C’è chi ora vive, come topi in gabbia, in case finte dove c’è tutto, dalle forchette agli strofinacci allo zerbino colorato davanti alla porta, ad eccezione della possibilità di riempirle di vita vera. E a Piazza D’Armi la disperazione si fa protesta. Che blocca il traffico in prossimità della rotonda di Santa Barbara Si tratta del campo tante volte mostrato in tv come modello d’efficienza, di organizzazione tempestiva nei soccorsi, un’immagine falsata dal bisogno del Premier di trasformare tutto, anche le catastrofi, in passerelle mediatiche. Ora il sole che non riscalda più né cuore né pelle è una morsa di gelo che fa paura anche ai maghi della ricostruzione. “Entro la fine del mese saranno smontate tutte le tendopoli in Abruzzo”, aveva detto Bertolaso il 15 settembre, nei giorni della consegna delle casette di Onna, a Porta a Porta. Le parole pesano se poi le azioni mancano. E pesano quelle della lettera firmata da Bertolaso e dal Sindaco de L’Aquila, Cialente (Pd), per chiedere ai cittadini di accettare di essere spostati negli alberghi: “in attesa di festeggiare il Natale in un clima più sereno”. La firma di Cialente suscita perplessità. Perchè “aveva sostenuto la proposta, una delle poche contrarie al volere della Protezione Civile, di realizzare case mobili mentre ora si allinea”, srive Anna pacifica sul suo blog. Sotto le tende arriva un’altra lettera di Bertolaso: “scrivo perché non mi sento ma sono aquilano, non mi sento ma sono terremotato. Si passa dai giorni del lutto e della solidarietà a quelli duri del tempo che rallenta, delle televisioni che non hanno più inviati. Resto qui, credo in coscienza di aver conquistato il diritto e l’onore di vivere insieme a voi”. Pura retorica sentenzia Carlo, studente di 19 anni: “cosa altro ha in mente? Ha già contribuito ad affossare ogni nostra rivendicazione è meglio che torni da Papi”. Mentre Giulia, studentessa liceale che si dice credente, affida il commento a Benedetto XVI, citando l’enciclica Caritas in veritate: “la solidarietà senza sussidiarietà scade nell’assistenzialismo che umilia il portatore di bisogno”. Questi aiuti senza coinvolgimento, “elargiti dall’alto come “miracoli” di efficienza e di amore – dice Giulia – mi umiliano”.

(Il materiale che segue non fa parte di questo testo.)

/// What the engine decided.
#[derive(Debug, Clone, Serialize)]
pub struct RunInfo {
    pub analog_rate_hz: f64,
    pub grid_steps: u64,
    pub requested_frequency_hz: Option<f64>,
    pub frequency_hz: Option<f64>,
    pub coherent_cycles: Option<u64>,
    /// `coherent` (moved by at most 0.1 %), `as_asked` (not a sine, or coherence off) or `non_coherent`
    /// (coherence asked for but impossible within the run: analysed with the window).
    pub tone_placement: TonePlacement,
    /// The scenario's own duration when the run was lengthened to hold the tone coherently.
    #[serde(skip_serializing_if = "Option::is_none")]
    pub lengthened_from_s: Option<f64>,
    pub output_analysis_rate_hz: f64,
    /// Where the output metrics' band comes from: `written` (analysis.band), `converter_nyquist` or
    /// `record_passband`.
    pub output_band_rule: BandRule,
    pub capture_start_s: f64,
    pub capture_length: usize,
}

impl Report {
    pub fn new(sc: &Scenario, plan: &Plan, m: ChainMetrics) -> Report {
        // The figures that restate the configuration (the converter's rate and conversion time, the budget's
        // delays) are echoed at the configuration's precision, as the chain is ([`round_echo`]); measured
        // figures keep every digit.
        let echo =
            |x: f64| crate::format::units::round_significant(x, crate::format::units::ECHO_DIGITS);
        let mut m = m;
        if let Some(a) = &mut m.adc {
            a.sample_rate_hz = echo(a.sample_rate_hz);
            a.conversion_time_s = echo(a.conversion_time_s);
        }
        m.latency.budget_s = echo(m.latency.budget_s);
        for b in &mut m.latency.budget {
            b.seconds = echo(b.seconds);
        }
        Report {
            scenario: ScenarioInfo {
                name: sc.name.clone(),
                description: sc.description.clone(),
                origin: sc.origin.clone(),
                seed: sc.simulation.seed,
                warnings: sc.warnings.clone(),
                convchain_version: env!("CARGO_PKG_VERSION").to_string(),
            },
            chain: round_echo(chain_json(sc)),
            adc: m.adc.map(|metrics| AdcReport { metrics }),
            output: m.output,
            latency: m.latency,
            run: RunInfo {
                analog_rate_hz: plan.timebase.rate_hz,
                grid_steps: plan.n_total,
                requested_frequency_hz: plan.requested_frequency_hz,
                frequency_hz: plan.frequency_hz,
                coherent_cycles: plan.coherent_cycles,
                tone_placement: plan.tone,
                lengthened_from_s: plan.lengthened_from_s,
                output_analysis_rate_hz: plan.out_rate_hz,
                output_band_rule: plan.out_band_rule,
                capture_start_s: plan.timebase.time_s(plan.capture_n0),
                capture_length: plan.capture_len,
            },
            listening: None,
            warnings: sc.slips.clone(),
            imd: None,
            step: None,
            audio: None,
            compare: None,
            paths: None,
            path_delays: None,
            hops: None,
        }
    }
}
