//! From a spanned TOML table to a checked [`Scenario`]: schema, defaults, ranges, stage order and
//! cross-stage resolution. Every error names the offending value's position and key path.

use std::path::{Path, PathBuf};

use super::reader::{
    At, Node, ScenarioError, SourceMap, Span, Table, TableReader, Value, show, unknown_choice,
};
use super::units::{Dimension, format_si};
use super::*;

/// Stage kinds as written in a file.
const STAGE_KINDS: [&str; 6] = [
    "sample_hold",
    "sar_adc",
    "link",
    "dac",
    "filter",
    "amplifier",
];

const WAVEFORMS: [(&str, WaveKind); 10] = [
    ("sine", WaveKind::Sine),
    ("square", WaveKind::Square),
    ("triangle", WaveKind::Triangle),
    ("sawtooth", WaveKind::Sawtooth),
    ("multitone", WaveKind::Multitone),
    ("chirp", WaveKind::Chirp),
    ("step", WaveKind::Step),
    ("dc", WaveKind::Dc),
    ("noise", WaveKind::Noise),
    ("wav", WaveKind::Wav),
];

/// Every key a `[source]` table may hold, for any waveform.
const SOURCE_KEYS: [&str; 18] = [
    "waveform",
    "frequency",
    "amplitude",
    "offset",
    "phase",
    "duty",
    "tones",
    "start",
    "stop",
    "sweep_time",
    "law",
    "at",
    "rms",
    "bandwidth",
    "file",
    "channel",
    "full_scale",
    "repeat",
];

#[derive(Debug, Clone, Copy, PartialEq, Eq)]
enum WaveKind {
    Sine,
    Square,
    Triangle,
    Sawtooth,
    Multitone,
    Chirp,
    Step,
    Dc,
    Noise,
    Wav,
}

/// The analog-rate margin below which a warning is given (x the highest source frequency).
const RECOMMENDED_OVERSAMPLING: f64 = 20.0;

/// Build a checked scenario from a parsed document.
pub fn build(
    map: &SourceMap<'_>,
    root: &Table,
    base_dir: &Path,
) -> Result<Scenario, ScenarioError> {
    let mut r = TableReader::new(map, root, "");
    let name = r.string("name")?;
    let description = r.string("description")?;
    let sim_t = r.table("simulation")?;
    let src_t = r.table("source")?;
    let stage_nodes = r.array("stage")?;
    let analysis_t = r.table("analysis")?;
    let spread_t = r.table("spread")?;
    // Report an unknown top-level key (e.g. `[stages]`) before complaining about missing ones.
    let missing_name = r.missing("name", "\"my-bench\"");
    let missing_sim = r.missing("simulation", "a [simulation] table");
    let missing_src = r.missing("source", "a [source] table");
    r.finish(&[], "the top level")?;

    let name = name.ok_or(missing_name)?;
    check_name(map, &name)?;
    let description = description.map(|d| d.value.to_string()).unwrap_or_default();
    let sim_t = sim_t.ok_or_else(|| {
        missing_sim.with_hint("add a [simulation] table with analog_rate and duration")
    })?;
    let src_t =
        src_t.ok_or_else(|| missing_src.with_hint("add a [source] table with a waveform"))?;

    let mut warnings = Vec::new();
    let (simulation, rate_span) = simulation(map, sim_t)?;
    let source = source(map, src_t, base_dir, &simulation, &mut warnings)?;

    // Source frequency against the analog grid.
    if let Some(f_hz) = source.waveform.highest_frequency_hz() {
        let ratio = simulation.analog_rate_hz / f_hz;
        if ratio < 2.0 {
            return Err(map
                .error(
                    &rate_span,
                    "simulation.analog_rate",
                    format!(
                        "analog_rate {} is below twice the highest source frequency ({})",
                        format_si(simulation.analog_rate_hz, "Hz"),
                        format_si(f_hz, "Hz")
                    ),
                )
                .with_hint(format!(
                    "raise analog_rate to at least {} ({} or more is recommended)",
                    format_si(2.0 * f_hz, "Hz"),
                    format_si(RECOMMENDED_OVERSAMPLING * f_hz, "Hz")
                )));
        }
        if ratio < RECOMMENDED_OVERSAMPLING {
            warnings.push(format!(
                "{}: analog_rate {} is only {:.1}x the highest source frequency ({}); {} (20x) or more keeps the \
                 analog grid accurate",
                map.locate(&rate_span, "simulation.analog_rate"),
                format_si(simulation.analog_rate_hz, "Hz"),
                ratio,
                format_si(f_hz, "Hz"),
                format_si(RECOMMENDED_OVERSAMPLING * f_hz, "Hz")
            ));
        }
    }

    let stages = match stage_nodes {
        None => Vec::new(),
        Some(nodes) => stages(map, &nodes, &simulation)?,
    };
    let analysis = match analysis_t {
        None => Analysis {
            band_hz: None,
            window: WindowKind::BlackmanHarris,
            coherent: true,
            harmonics: 9,
        },
        Some(t) => analysis(map, t)?,
    };
    let spread = match spread_t {
        None => Vec::new(),
        Some(t) => spread(map, t, root)?,
    };
    Ok(Scenario {
        name: name.value.to_string(),
        description,
        origin: map.origin().to_string(),
        base_dir: base_dir.to_path_buf(),
        simulation,
        source,
        stages,
        analysis,
        spread,
        warnings,
    })
}

fn check_name(map: &SourceMap<'_>, name: &At<&str>) -> Result<(), ScenarioError> {
    let bad = name
        .value
        .chars()
        .find(|c| !(c.is_ascii_alphanumeric() || *c == '-' || *c == '_'));
    if name.value.is_empty() {
        return Err(map
            .error(&name.span, "name", "must not be empty")
            .with_hint("it names the output folder, e.g. name = \"my-bench\""));
    }
    if let Some(c) = bad {
        let fixed: String = name
            .value
            .chars()
            .map(|c| {
                if c.is_ascii_alphanumeric() || c == '-' || c == '_' {
                    c
                } else {
                    '-'
                }
            })
            .collect();
        return Err(map
            .error(
                &name.span,
                "name",
                format!("`{c}` is not allowed: the name is a folder name (letters, digits, - and _ only)"),
            )
            .with_hint(format!("for example name = \"{fixed}\"")));
    }
    Ok(())
}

“Chiedevamo partecipazione, invece qualcuno ha detto ‘ghe pensi mi” aggiunge Paolo, 21 anni, che mostra il volantino distribuito nelle tendopoli. C’è scritto: “Non camminare davanti a me, potrei non seguirti; non camminare dietro di me, non saprei dove condurti; cammina al mio fianco e saremo sempre amici”. Intanto nelle zone residenziali semideserte della città, a ridosso dei cassonetti, ci sono montagne di rifiuti bagnati dalla pioggia. Ma la vera emergenza, di cui nessuno parla, resta quella delle macerie non ancora rimosse che contengono materiali altamente tossici Come l’eternit.